**PROBLEM STATEMENT:** Report only the number of lines below in which the string "Compared" appears.

(Saved data entries)

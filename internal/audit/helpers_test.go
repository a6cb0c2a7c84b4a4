package audit_test

import (
	"context"
	"database/sql"
	"path/filepath"
	"sync"
	"testing"
	"time"

	"github.com/stretchr/testify/require"

	"filtrate/calc"
	"filtrate/internal/pipeline"
	"filtrate/store"
)

// Invented patients of an invented laboratory: the identifiers and dates of
// birth below must never appear in logs or in the FHIR export.
const (
	patientA   = "INV-PAT-7731"
	birthA     = "19720314"
	patientB   = "INV-PAT-8802"
	birthB     = "19580702"
	patientC   = "INV-PAT-9113"
	birthC     = "19661120"
	patientD   = "INV-PAT-4420"
	birthD     = "19800105"
	softwareV  = "v-test"
	configHash = "cfg-test-1"
)

// fixture is a store in a temporary directory and the times it stamps.
type fixture struct {
	path string
	dsn  string
	st   store.Store
	mu   sync.Mutex
	now  time.Time
}

// clock returns the fixture's current time; advance moves it.
func (f *fixture) clock() time.Time {
	f.mu.Lock()
	defer f.mu.Unlock()
	return f.now
}

func (f *fixture) advance(d time.Duration) {
	f.mu.Lock()
	f.now = f.now.Add(d)
	f.mu.Unlock()
}

func newFixture(t *testing.T) *fixture {
	t.Helper()
	f := &fixture{path: filepath.Join(t.TempDir(), "audit.db"), now: time.Date(2026, 11, 30, 8, 0, 0, 0, time.UTC)}
	f.dsn = "file:" + f.path
	f.open(t)
	t.Cleanup(func() { _ = f.st.Close() })
	return f
}

func (f *fixture) open(t *testing.T) {
	t.Helper()
	st, err := store.Open(context.Background(), f.dsn, store.WithClock(f.clock), store.WithSoftwareVersion(softwareV))
	require.NoError(t, err)
	f.st = st
}

func (f *fixture) reopen(t *testing.T) {
	t.Helper()
	require.NoError(t, f.st.Close())
	f.open(t)
}

// tamper runs SQL on the store's file behind its back, after dropping the
// append-only triggers (store/migrations/sqlite/00001_init.sql), as someone
// holding the file could.
func (f *fixture) tamper(t *testing.T, stmts ...string) {
	t.Helper()
	require.NoError(t, f.st.Close())
	db, err := sql.Open("sqlite", f.dsn)
	require.NoError(t, err)
	defer db.Close()
	for _, s := range append([]string{
		`DROP TRIGGER audit_records_no_update`,
		`DROP TRIGGER audit_records_no_delete`,
	}, stmts...) {
		_, err := db.Exec(s)
		require.NoError(t, err, s)
	}
	require.NoError(t, db.Close())
	f.open(t)
}

func snapshot(t *testing.T, sexRule calc.SexRule, cals ...calc.CalibrationRule) *pipeline.Snapshot {
	t.Helper()
	p, err := calc.Preset("nkf-asn-2021")
	require.NoError(t, err)
	if sexRule != "" {
		p.SexUnknown = sexRule
	}
	return &pipeline.Snapshot{Policy: p, Calibrations: cals, ConfigHash: configHash}
}

func date(y int, m time.Month, d int) time.Time { return time.Date(y, m, d, 0, 0, 0, 0, time.UTC) }

// messages returns four invented messages; together they produce records
// of every kind: results, a refusal, a withdrawal, two results under an
// assumed sex, and a calibrated input.
func messages() []struct {
	msg  pipeline.Message
	snap func(t *testing.T) *pipeline.Snapshot
} {
	at := time.Date(2026, 11, 30, 7, 10, 0, 0, time.UTC)
	cal := calc.CalibrationRule{
		ID: "CAL-CREA-ENZ", Version: "2", Analyte: calc.Creatinine, Method: "ENZ", Instrument: "AN-1",
		Slope: 1.02, Intercept: -0.01, Unit: "mg/dL", Traceable: true,
	}
	return []struct {
		msg  pipeline.Message
		snap func(t *testing.T) *pipeline.Snapshot
	}{
		{
			// One result, one refusal (censored cystatin C), one withdrawal.
			msg: pipeline.Message{
				Transport: "hl7v2", MessageID: "MSG-A", DedupKey: "LIS|LAB|MSG-A", Raw: []byte("raw A"),
				PatientID: patientA, BirthDate: birthA, Sex: "F",
				Groups: []pipeline.Group{{
					Key: "OBR1",
					Request: calc.Request{
						Sex: calc.SexFemale, BirthDate: date(1972, 3, 14), CollectedAt: at,
						Measurements: []calc.Measurement{
							{Analyte: calc.Creatinine, ValueText: "0.92", Unit: "mg/dL", SourceID: "OBX2"},
							{Analyte: calc.CystatinC, ValueText: "<0.3", Unit: "mg/L", SourceID: "OBX3"},
						},
					},
					Withdrawn: []pipeline.Withdrawal{{SourceID: "OBX4", Analyte: calc.Creatinine, Status: "W"}},
				}},
			},
			snap: func(t *testing.T) *pipeline.Snapshot { return snapshot(t, "") },
		},
		{
			// Creatinine and cystatin C: three results.
			msg: pipeline.Message{
				Transport: "hl7v2", MessageID: "MSG-B", DedupKey: "LIS|LAB|MSG-B", Raw: []byte("raw B"),
				PatientID: patientB, BirthDate: birthB, Sex: "M",
				Groups: []pipeline.Group{{
					Key: "OBR1",
					Request: calc.Request{
						Sex: calc.SexMale, BirthDate: date(1958, 7, 2), CollectedAt: at,
						Measurements: []calc.Measurement{
							{Analyte: calc.Creatinine, ValueText: "88", Unit: "umol/L", SourceID: "OBX2"},
							{Analyte: calc.CystatinC, ValueText: "1.10", Unit: "mg/L", SourceID: "OBX3"},
						},
					},
				}},
			},
			snap: func(t *testing.T) *pipeline.Snapshot { return snapshot(t, "") },
		},
		{
			// Sex not recorded, policy "both": two results, one per assumed sex.
			msg: pipeline.Message{
				Transport: "fhir", MessageID: "BUNDLE-C", DedupKey: "fhir|BUNDLE-C", Raw: []byte("raw C"),
				PatientID: patientC, BirthDate: birthC, Sex: "unknown",
				Groups: []pipeline.Group{{
					Key: "G1",
					Request: calc.Request{
						Sex: calc.SexUnknown, BirthDate: date(1966, 11, 20), CollectedAt: at,
						Measurements: []calc.Measurement{{Analyte: calc.Creatinine, ValueText: "1.05", Unit: "mg/dL", SourceID: "obs-1"}},
					},
				}},
			},
			snap: func(t *testing.T) *pipeline.Snapshot { return snapshot(t, calc.SexRuleBoth) },
		},
		{
			// A calibrated creatinine.
			msg: pipeline.Message{
				Transport: "hl7v2", MessageID: "MSG-D", DedupKey: "LIS|LAB|MSG-D", Raw: []byte("raw D"),
				PatientID: patientD, BirthDate: birthD, Sex: "F",
				Groups: []pipeline.Group{{
					Key: "OBR1",
					Request: calc.Request{
						Sex: calc.SexFemale, BirthDate: date(1980, 1, 5), CollectedAt: at,
						Measurements: []calc.Measurement{{Analyte: calc.Creatinine, ValueText: "1.20", Unit: "mg/dL", Method: "ENZ", Instrument: "AN-1", SourceID: "OBX2"}},
					},
				}},
			},
			snap: func(t *testing.T) *pipeline.Snapshot { return snapshot(t, "", cal) },
		},
	}
}

// fixtureRecords is how many records commitAll writes: 3 + 3 + 2 + 1.
const fixtureRecords = 9

// commitAll processes every message through the pipeline with c (nil: the
// builtin calculator) and acc (nil: the store), a minute apart, and
// returns the record IDs per message.
func commitAll(t *testing.T, f *fixture, c *calc.Calculator, acc pipeline.Acceptor) [][]int64 {
	t.Helper()
	if c == nil {
		c = calc.NewCalculator(calc.Builtin())
	}
	if acc == nil {
		acc = f.st
	}
	p := pipeline.NewProcessor(c, acc, softwareV, nil)
	var ids [][]int64
	for _, m := range messages() {
		snap := m.snap(t)
		outs := []pipeline.Output{{Destination: "downstream", PartitionKey: m.msg.PatientID, MessageID: "OUT-" + m.msg.MessageID, ContentType: "application/hl7-v2", Payload: []byte("enriched")}}
		rcpt, err := p.Commit(context.Background(), m.msg, p.Evaluate(m.msg, snap), snap, outs)
		require.NoError(t, err)
		ids = append(ids, rcpt.RecordIDs)
		f.advance(time.Minute)
	}
	return ids
}

// acceptFunc adapts a function to pipeline.Acceptor.
type acceptFunc func(ctx context.Context, sub store.Submission) (store.Receipt, error)

func (a acceptFunc) Accept(ctx context.Context, sub store.Submission) (store.Receipt, error) {
	return a(ctx, sub)
}

// builtinLatest returns the latest version of every builtin equation.
func builtinLatest() []calc.Equation {
	reg := calc.Builtin()
	var eqs []calc.Equation
	for _, id := range reg.IDs() {
		e, _ := reg.Latest(id)
		eqs = append(eqs, e)
	}
	return eqs
}

func registry(t *testing.T, eqs ...calc.Equation) *calc.Calculator {
	t.Helper()
	reg, err := calc.NewRegistry(eqs...)
	require.NoError(t, err)
	return calc.NewCalculator(reg)
}

// oldCKDEPI2021Cr is an invented superseded version "0" of
// ckd-epi-2021-cr for the tests: the version 1 arithmetic scaled by 0.99,
// so that the two versions give different values from the same inputs.
func oldCKDEPI2021Cr() calc.Equation {
	cur, _ := calc.Builtin().Latest("ckd-epi-2021-cr")
	old := cur
	old.Version = "0"
	old.Compute = func(in calc.Inputs) (float64, []calc.Step, error) {
		v, steps, err := cur.Compute(in)
		if err != nil {
			return 0, nil, err
		}
		return v * 0.99, append(steps, calc.Step{Name: "version 0 factor", Formula: "× 0.99", Value: v * 0.99}), nil
	}
	return old
}

func allRecords(t *testing.T, st store.Store) []store.AuditRecord {
	t.Helper()
	var recs []store.AuditRecord
	require.NoError(t, st.Walk(context.Background(), 1, func(r store.AuditRecord) error {
		recs = append(recs, r)
		return nil
	}))
	return recs
}
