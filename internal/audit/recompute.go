package audit

import (
	"encoding/json"
	"fmt"
	"math"
	"strconv"
	"strings"

	"filtrate/calc"
	"filtrate/internal/pipeline"
	"filtrate/store"
)

// assumedSexPrefix starts the first comment of a result computed under an
// assumed sex (pipeline.Records writes "assumed sex: female" or "...male").
const assumedSexPrefix = "assumed sex: "

// Outcome is the result of recomputing one record.
type Outcome string

// Outcomes of a recomputation.
const (
	// Match: the recomputation reproduced the record.
	Match Outcome = "match"
	// Mismatch: the recomputation ran and differs from the record; see
	// Verdict.Differences.
	Mismatch Outcome = "mismatch"
	// NotApplicable: the record holds nothing to recompute (an input
	// withdrawn by its status).
	NotApplicable Outcome = "not-applicable"
	// Failed: the record cannot be recomputed (no stored request, or an
	// equation version this build does not know); see Verdict.Reason.
	Failed Outcome = "failed"
)

// Difference is one field where a recomputation differs from the record.
type Difference struct {
	// Field names what differs: "exact", "reported", "category", "unit",
	// "equation_version", "steps", "inputs", "result" (no matching result)
	// or "refusal" (the refusal did not reappear).
	Field string
	// Stored and Recomputed hold the two values as text. They may be
	// clinical values: only [Render] shows them.
	Stored, Recomputed string
	// Detail describes the difference without patient data, for example
	// "recomputed − stored = +1.4210854715202004e-14 (1 ulp)".
	Detail string
}

// Verdict is what recomputing one record found.
type Verdict struct {
	Outcome Outcome
	// Compared says what was compared: "result" (a computed value) or
	// "refusal" (a suppression code); empty when nothing was.
	Compared string
	// Equation, EquationVersion and EquationName identify the
	// implementation the record was recomputed with (empty when none
	// applies). EquationName is empty when this build does not know the
	// version.
	Equation, EquationVersion, EquationName string
	// AgeYears and AgeBasis are the age the recomputation used, when one
	// could be derived.
	AgeYears *float64
	AgeBasis string
	// Differences lists what differs when Outcome is Mismatch.
	Differences []Difference
	// Reason says why, when Outcome is Failed or NotApplicable. It never
	// holds patient data.
	Reason string
}

// Summary describes the verdict in one line without patient data: the
// outcome, the fields that differ and their value-free details. It suits
// verification reports and logs.
func (v Verdict) Summary() string {
	switch v.Outcome {
	case Match:
		if v.Compared == "refusal" {
			return "match: the refusal recurs"
		}
		return fmt.Sprintf("match: %s version %s gives the identical value, text, category, steps and inputs", v.Equation, v.EquationVersion)
	case Mismatch:
		parts := make([]string, 0, len(v.Differences))
		for _, d := range v.Differences {
			if d.Detail != "" {
				parts = append(parts, d.Field+": "+d.Detail)
			} else {
				parts = append(parts, d.Field+" differs")
			}
		}
		return "mismatch: " + strings.Join(parts, "; ")
	default:
		if v.Reason != "" {
			return string(v.Outcome) + ": " + v.Reason
		}
		return string(v.Outcome)
	}
}

// String describes the verdict in one line including the differing values.
// It may hold clinical values: use it only where patient data may be shown
// (the "audit show" view), and Summary elsewhere.
func (v Verdict) String() string {
	if v.Outcome != Mismatch {
		return v.Summary()
	}
	parts := make([]string, 0, len(v.Differences))
	for _, d := range v.Differences {
		s := fmt.Sprintf("%s stored %q, recomputed %q", d.Field, d.Stored, d.Recomputed)
		if d.Detail != "" {
			s += " (" + d.Detail + ")"
		}
		parts = append(parts, s)
	}
	return "mismatch: " + strings.Join(parts, "; ")
}

// Recomputer recomputes audit records with one calculator. It is safe for
// concurrent use.
type Recomputer struct {
	calc *calc.Calculator
}

// NewRecomputer returns a Recomputer over c; nil means
// calc.NewCalculator(calc.Builtin()), the calculator the daemon runs. Tests
// and migrations inject a calculator whose registry holds other equation
// versions.
func NewRecomputer(c *calc.Calculator) *Recomputer {
	if c == nil {
		c = calc.NewCalculator(calc.Builtin())
	}
	return &Recomputer{calc: c}
}

// Recompute recomputes rec with the builtin calculator; see
// [Recomputer.Recompute].
func Recompute(rec store.AuditRecord) (Verdict, error) {
	return NewRecomputer(nil).Recompute(rec)
}

// Recompute evaluates the calculation request stored in rec again, with the
// equation version the record names pinned (Request.Pin), and compares the
// outcome with the record:
//
//   - a result record (Exact set): the result of the same equation (and,
//     when the record's first comment says "assumed sex: ...", the same
//     assumed sex) must have the same equation version, the bitwise-equal
//     unrounded value, the same reported text, unit and category, the same
//     worked steps; and every input must be used as recorded;
//   - a refusal record: a refusal with the same code (and equation, when the
//     record names one) must reappear;
//   - a record of a withdrawn input: nothing is recomputed (NotApplicable).
//
// Exact equality is the right test. calc is a pure function of the request:
// no clock, no I/O, no randomness. The stored request round-trips exactly
// (encoding/json writes a float64 as the shortest decimal that parses back
// to the same bits, and the store keeps the unrounded value as a float64),
// and the same IEEE 754 operations in the same order give the same bits.
// So on the build that made the record any difference, however small, means
// that the request, the implementation or the record changed. Across builds
// for different processors the Go specification allows fusing x*y+z into
// one rounding (FMA), and some math functions have per-architecture
// assembly, so a record may legitimately recompute a unit in the last place
// differently there; the Difference then gives the distance in ulps (with
// equal reported text and category), for a person to judge.
//
// Recompute returns an error, together with a Verdict whose Outcome is
// Failed and whose Reason repeats it, when the record cannot be recomputed.
// Neither holds patient data.
func (rc *Recomputer) Recompute(rec store.AuditRecord) (Verdict, error) {
	if rec.SuppressionCode == pipeline.ReasonWithdrawn {
		return Verdict{Outcome: NotApplicable, Reason: "input withdrawn: nothing to recompute"}, nil
	}
	if rec.SuppressionCode == pipeline.ReasonEGFRWithdrawn {
		return Verdict{Outcome: NotApplicable, Reason: "eGFR withdrawn: nothing to recompute"}, nil
	}
	fail := func(format string, args ...any) (Verdict, error) {
		v := Verdict{Outcome: Failed, Equation: rec.Equation, EquationVersion: rec.EquationVersion, Reason: fmt.Sprintf(format, args...)}
		return v, fmt.Errorf("audit: record %d: %s", rec.ID, v.Reason)
	}
	if len(rec.Request) == 0 {
		return fail("no calculation request stored")
	}
	var req calc.Request
	if err := json.Unmarshal(rec.Request, &req); err != nil {
		// The JSON error may quote part of the request: do not keep it.
		return fail("the stored calculation request does not decode")
	}
	reg := rc.calc.Registry()
	v := Verdict{Equation: rec.Equation, EquationVersion: rec.EquationVersion}
	if rec.Equation != "" && rec.EquationVersion != "" {
		eq, ok := reg.Get(rec.Equation, rec.EquationVersion)
		if !ok {
			return fail("equation %s version %s is not in this build", rec.Equation, rec.EquationVersion)
		}
		v.EquationName = eq.Name
		pin := make(map[string]string, len(req.Pin)+1)
		for k, val := range req.Pin {
			pin[k] = val
		}
		pin[rec.Equation] = rec.EquationVersion
		req.Pin = pin
	} else if rec.Equation != "" {
		// Refusal records carry no version: the request's own pin, or the
		// latest version, decides.
		if ver, ok := req.Pin[rec.Equation]; ok {
			v.EquationVersion = ver
		} else if eq, ok := reg.Latest(rec.Equation); ok {
			v.EquationVersion = eq.Version
		}
		if eq, ok := reg.Get(rec.Equation, v.EquationVersion); ok {
			v.EquationName = eq.Name
		}
	}

	out := rc.calc.Evaluate(req)
	v.AgeYears, v.AgeBasis = out.AgeYears, out.AgeBasis

	switch {
	case rec.Exact != nil:
		v.Compared = "result"
		v.Differences = compareResult(rec, out)
	case rec.SuppressionCode != "":
		v.Compared = "refusal"
		v.Differences = compareRefusal(rec, out)
	default:
		return fail("the record holds neither a value nor a suppression code")
	}
	v.Differences = append(v.Differences, compareInputs(rec, out)...)
	v.Outcome = Match
	if len(v.Differences) > 0 {
		v.Outcome = Mismatch
	}
	return v, nil
}

// assumedSex returns the sex a result record was computed as, from its
// first comment, or "".
func assumedSex(rec store.AuditRecord) string {
	if len(rec.Comments) > 0 {
		if s, ok := strings.CutPrefix(rec.Comments[0], assumedSexPrefix); ok {
			return s
		}
	}
	return ""
}

func compareResult(rec store.AuditRecord, out calc.Outcome) []Difference {
	sex := assumedSex(rec)
	var res *calc.Result
	for i := range out.Results {
		if r := &out.Results[i]; r.Equation == rec.Equation && r.AssumedSex == sex {
			res = r
			break
		}
	}
	if res == nil {
		d := Difference{Field: "result", Stored: rec.Reported, Recomputed: "no result",
			Detail: "the recomputation produced no result for this equation"}
		for _, r := range out.Refusals {
			if r.Equation == rec.Equation || r.Equation == "" {
				d.Recomputed = "refused: " + string(r.Code)
				d.Detail = "the recomputation refused with " + string(r.Code)
				break
			}
		}
		return []Difference{d}
	}
	var diffs []Difference
	text := func(field, stored, recomputed string) {
		if stored != recomputed {
			diffs = append(diffs, Difference{Field: field, Stored: stored, Recomputed: recomputed})
		}
	}
	text("equation_version", rec.EquationVersion, res.EquationVersion)
	if stored := *rec.Exact; math.Float64bits(stored) != math.Float64bits(res.Exact) {
		diffs = append(diffs, Difference{
			Field: "exact", Stored: formatExact(stored), Recomputed: formatExact(res.Exact),
			Detail: exactDetail(stored, res.Exact),
		})
	}
	text("reported", rec.Reported, res.Reported)
	text("unit", rec.Unit, res.Unit)
	text("category", rec.Category, res.Category)
	if d, ok := compareSteps(rec.Steps, res.Steps); !ok {
		diffs = append(diffs, d)
	}
	return diffs
}

// exactDetail describes the difference of two float64 values without the
// values themselves.
func exactDetail(stored, recomputed float64) string {
	s := fmt.Sprintf("recomputed − stored = %+g", recomputed-stored)
	if u, ok := ulps(stored, recomputed); ok {
		s += fmt.Sprintf(" (%d ulp)", u)
	}
	return s
}

// ulps returns the distance of a and b in units in the last place, when
// both are finite and of the same sign.
func ulps(a, b float64) (uint64, bool) {
	if math.IsNaN(a) || math.IsNaN(b) || math.IsInf(a, 0) || math.IsInf(b, 0) || math.Signbit(a) != math.Signbit(b) {
		return 0, false
	}
	x, y := math.Float64bits(math.Abs(a)), math.Float64bits(math.Abs(b))
	if x > y {
		return x - y, true
	}
	return y - x, true
}

// formatExact writes a float64 as the shortest decimal that round-trips.
func formatExact(f float64) string { return strconv.FormatFloat(f, 'g', -1, 64) }

func compareSteps(stored json.RawMessage, recomputed []calc.Step) (Difference, bool) {
	var steps []calc.Step
	if len(stored) > 0 {
		if err := json.Unmarshal(stored, &steps); err != nil {
			return Difference{Field: "steps", Stored: "undecodable", Recomputed: fmt.Sprintf("%d steps", len(recomputed)),
				Detail: "the stored steps do not decode"}, false
		}
	}
	if len(steps) != len(recomputed) {
		return Difference{Field: "steps", Stored: fmt.Sprintf("%d steps", len(steps)), Recomputed: fmt.Sprintf("%d steps", len(recomputed)),
			Detail: fmt.Sprintf("%d steps stored, %d recomputed", len(steps), len(recomputed))}, false
	}
	for i, s := range steps {
		r := recomputed[i]
		if s.Name != r.Name || s.Formula != r.Formula || math.Float64bits(s.Value) != math.Float64bits(r.Value) {
			return Difference{Field: "steps", Stored: stepText(s), Recomputed: stepText(r),
				Detail: fmt.Sprintf("step %d (%s) differs", i+1, r.Name)}, false
		}
	}
	return Difference{}, true
}

func stepText(s calc.Step) string {
	return fmt.Sprintf("%s = %s (%s)", s.Name, formatExact(s.Value), s.Formula)
}

func compareRefusal(rec store.AuditRecord, out calc.Outcome) []Difference {
	for _, r := range out.Refusals {
		if string(r.Code) == rec.SuppressionCode && (rec.Equation == "" || r.Equation == rec.Equation) {
			return nil
		}
	}
	got := make([]string, 0, len(out.Refusals)+len(out.Results))
	for _, r := range out.Refusals {
		got = append(got, string(r.Code))
	}
	for _, r := range out.Results {
		got = append(got, "result "+r.Equation)
	}
	return []Difference{{
		Field: "refusal", Stored: rec.SuppressionCode, Recomputed: strings.Join(got, ", "),
		Detail: "refusal " + rec.SuppressionCode + " does not reappear",
	}}
}

// compareInputs checks that every input is used as recorded: same used
// value (bitwise), unit, calibration rule and acceptance.
func compareInputs(rec store.AuditRecord, out calc.Outcome) []Difference {
	if len(rec.Inputs) == 0 {
		return nil
	}
	var stored []calc.InputUse
	if err := json.Unmarshal(rec.Inputs, &stored); err != nil {
		return []Difference{{Field: "inputs", Stored: "undecodable", Detail: "the stored inputs do not decode"}}
	}
	if len(stored) != len(out.Inputs) {
		return []Difference{{Field: "inputs", Stored: fmt.Sprintf("%d inputs", len(stored)), Recomputed: fmt.Sprintf("%d inputs", len(out.Inputs)),
			Detail: fmt.Sprintf("%d inputs stored, %d recomputed", len(stored), len(out.Inputs))}}
	}
	var diffs []Difference
	for i, s := range stored {
		r := out.Inputs[i]
		if s.Analyte == r.Analyte && math.Float64bits(s.Used) == math.Float64bits(r.Used) && s.UsedUnit == r.UsedUnit &&
			s.Calibration == r.Calibration && s.CalibrationV == r.CalibrationV && s.Accepted == r.Accepted {
			continue
		}
		diffs = append(diffs, Difference{
			Field: "inputs", Stored: inputUsedText(s), Recomputed: inputUsedText(r),
			Detail: fmt.Sprintf("input %d (%s) is used differently", i+1, r.Analyte),
		})
	}
	return diffs
}

func inputUsedText(u calc.InputUse) string {
	s := fmt.Sprintf("%s %s %s", u.Analyte, formatExact(u.Used), u.UsedUnit)
	if u.Calibration != "" {
		s += fmt.Sprintf(" (calibration %s v%s)", u.Calibration, u.CalibrationV)
	}
	if !u.Accepted {
		s += " not used"
	}
	return s
}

**COMPLETED EXERCISE:** 5